When a bird develops the feathers needed to fly, it becomes a fledgling and is ready to leave the nest to explore the broader world. For participants in NASA Openscapes who have learned the skills necessary to work with NASA’s open archive of Earth observation data in the cloud, fledging refers to taking their new knowledge back to their organizations and setting up their own cloud-based environment for conducting scientific research.
“Fledging to me is like spreading your wings and soaring off,” says Dr. Julia Stewart Lowndes, the Openscapes founding director. “Fledging is really trying to answer the question of where researchers go after they’ve learned how to use the NASA Earthdata Cloud in our cloud environment designed for training and first experimentation.”
Two Openscapes participants who are fledging are Dr. Aronne Merrelli from the University of Michigan and Dr. Elizabeth (Eli) Holmes from NOAA’s National Marine Fisheries Service (NMFS). The two researchers and their organizations are benefitting from their work using NASA Openscapes resources (including the NASA Earthdata Cloud Cookbook and the earthaccess Python library) and interacting with mentors and cloud data experts from NASA’s Distributed Active Archive Centers (DAACs). Their fledging experiences provide a glimpse into NASA Openscapes along with the benefits and the challenges of working with NASA and other scientific data in the cloud.
An Open Invitation to Use NASA Earth Science Data
Thousands of data collections can be freely explored and downloaded using NASA Earthdata Search. These data from satellite, airborne, and ground-based observations have a volume of more than 116 petabytes (PB) as of the end of August 2024 and are one of the largest open Earth science data collections on the planet. Moving data to the Earthdata Cloud provides greater efficiencies for using these data collaboratively, working with large data volumes, and analyzing multiple data collections simultaneously. Cloud-based data also can help further open science and efforts to make data findable, accessible, interoperable, and reusable (FAIR).
NASA Openscapes is an initiative co-led by Lowndes of Openscapes and Erin Robinson of Metadata Game Changers and is funded by NASA’s Earth Science Data and Information System (ESDIS) Project. Openscapes’ work with NASA began in 2021 as a three-year effort to grow a mentor community of data experts from across the 12 NASA DAACs to create common resources and teaching approaches to support scientific researchers using NASA Earth science data in the cloud.
The first phase of Openscapes is called onboarding. During this phase, NASA Openscapes mentors guide scientists in their first hands-on experience working with cloud-based NASA data in an open-source JupyterHub environment managed by the International Interactive Computing Collaboration (2i2c). Onboarding also includes workshops, hackathons, and learning events such as the Openscapes Champions program.

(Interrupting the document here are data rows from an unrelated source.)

/** Walks inline content for images and links the renderer will drop, and for raw HTML. */
function inspectInline(
	token: Token,
	start: number,
	text: string,
	lines: Lines,
	warnings: Problem[],
	problem: ProblemFn,
	stepIndex: number | undefined
) {
	let searchFrom = start;
	const where = (needle: string) => {
		const i = needle ? text.indexOf(needle, searchFrom) : -1;
		if (i >= 0) searchFrom = i;
		return lines.at(i >= 0 ? i : start);
	};
	const visit = (t: Token) => {
		if (t.type === 'image') {
			const img = t as Tokens.Image;
			if (!isAllowedImage(img.href)) {
				problem(
					warnings,
					where(img.href),
					`the image "${img.href}" is not one of this app's stored images (${IMAGE_PREFIX}<id>), so it is left out.`,
					stepIndex
				);
			}
		} else if (t.type === 'link') {
			const link = t as Tokens.Link;
			if (!isAllowedLink(link.href)) {
				problem(
					warnings,
					where(link.href),
					`the link "${link.href}" is not http(s), mailto or a page of this app, so it is shown as plain text.`,
					stepIndex
				);
			}
		} else if (t.type === 'html' && token.type !== 'html') {
			problem(warnings, where(t.raw), 'Raw HTML is not allowed in a procedure; it is shown as plain text.', stepIndex);
		} else if (t.type === 'code' && (t as Tokens.Code).lang && t !== token) {
			problem(
				warnings,
				where(t.raw.trim().split('\n')[0]),
				`a checkpoint or attribute block inside a list or quote is not read; start the fence at the beginning of a line.`,
				stepIndex
			);
		}
		const children = (t as { tokens?: Token[] }).tokens;
		if (children) children.forEach(visit);
		const items = (t as { items?: Token[] }).items;
		if (items) items.forEach(visit);
		const rows = (t as Tokens.Table).rows;
		const header = (t as Tokens.Table).header;
		if (t.type === 'table') {
			for (const cell of header) cell.tokens.forEach(visit);
			for (const row of rows) for (const cell of row) cell.tokens.forEach(visit);
		}
	};
	visit(token);
}

function resolveClearance(
	cp: PendingClearance,
	byId: Map<string, Checkpoint | PendingClearance>,
	errors: Problem[],
	problem: ProblemFn
) {
	const pos = { line: cp.line, column: 1 };
	if (cp.bore === undefined || cp.shaft === undefined) {
		if (!cp.limits) problem(errors, pos, 'the clearance has no limits; add "limits" or a "fit".', cp.stepIndex, cp.id);
		return;
	}
	const refs: Checkpoint[] = [];
	for (const [role, ref] of [
		['bore', cp.bore],
		['shaft', cp.shaft]
	] as const) {
		const target = byId.get(ref);
		if (!target) {
			problem(
				errors,
				pos,
				`"${role}: ${ref}" names a checkpoint that does not exist (or has errors); use the id of a measure checkpoint.`,
				cp.stepIndex,
				cp.id
			);
			return;
		}
		if (target.kind !== 'measure') {
			problem(
				errors,
				pos,
				`"${role}: ${ref}" is a ${target.kind} checkpoint; a clearance needs measure checkpoints.`,
				cp.stepIndex,
				cp.id
			);
			return;
		}
		if (target.feature && target.feature !== role) {
			problem(
				errors,
				pos,
				`"${role}: ${ref}" measures a ${target.feature}; check which is the bore and which the shaft.`,
				cp.stepIndex,
				cp.id
			);
			return;
		}
		refs.push(target as Checkpoint);
	}
	if (cp.bore === cp.shaft) {
		problem(errors, pos, '"bore" and "shaft" must be two different measure checkpoints.', cp.stepIndex, cp.id);
		return;
	}
	if (!cp.limits) {
		const [b, s] = refs as [Extract<Checkpoint, { kind: 'measure' }>, Extract<Checkpoint, { kind: 'measure' }>];
		const unit = unitById(b.unit);
		const pair = pairedClearance(limitsFromJson(b.stages[0].limits), limitsFromJson(s.stages[0].limits), unit);
		if (!pair) {
			problem(
				errors,
				pos,
				`the clearance cannot be worked out from one-sided limits; add "limits", such as 0.020 to 0.060 mm.`,
				cp.stepIndex,
				cp.id
			);
			return;
		}
		cp.limits = limitsToJson(pair);
	}
}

After the onboarding mentorship phase, scientists move to the fledging phase, where they set up their own cloud environment for scientific investigations and share their lessons-learned with their colleagues and in their organizations. “How do they reuse the computing environments that we developed? How do they think about storage and costs? How do they get funding [for cloud computing]? There are a lot of parts to fledging,” says Lowndes.
Leaving the Nest—Two Fledging Experiences
Dr. Aronne Merrelli, Associate Research Scientist, College of Engineering, University of Michigan
Merrelli describes himself as a “Level 1 and Level 2 algorithm scientist” who works with data from instruments managed by NASA, NOAA, ESA (European Space Agency), and other organizations, primarily in the Python coding ecosystem. He went through the NASA Openscapes Champions program in 2023 and says the cloud enables him to look at new science questions.
“I see the cloud as a new capability that’s allowing me to do analyses on big datasets that would have been hard to do on [non-cloud-based] machines,” he says. While Merrelli observes that cloud computing likely will not replace any of his existing computing environments (including his personal laptop, a research group server, and a university-based shared computing cluster), the cloud is his destination of choice for processing large datasets.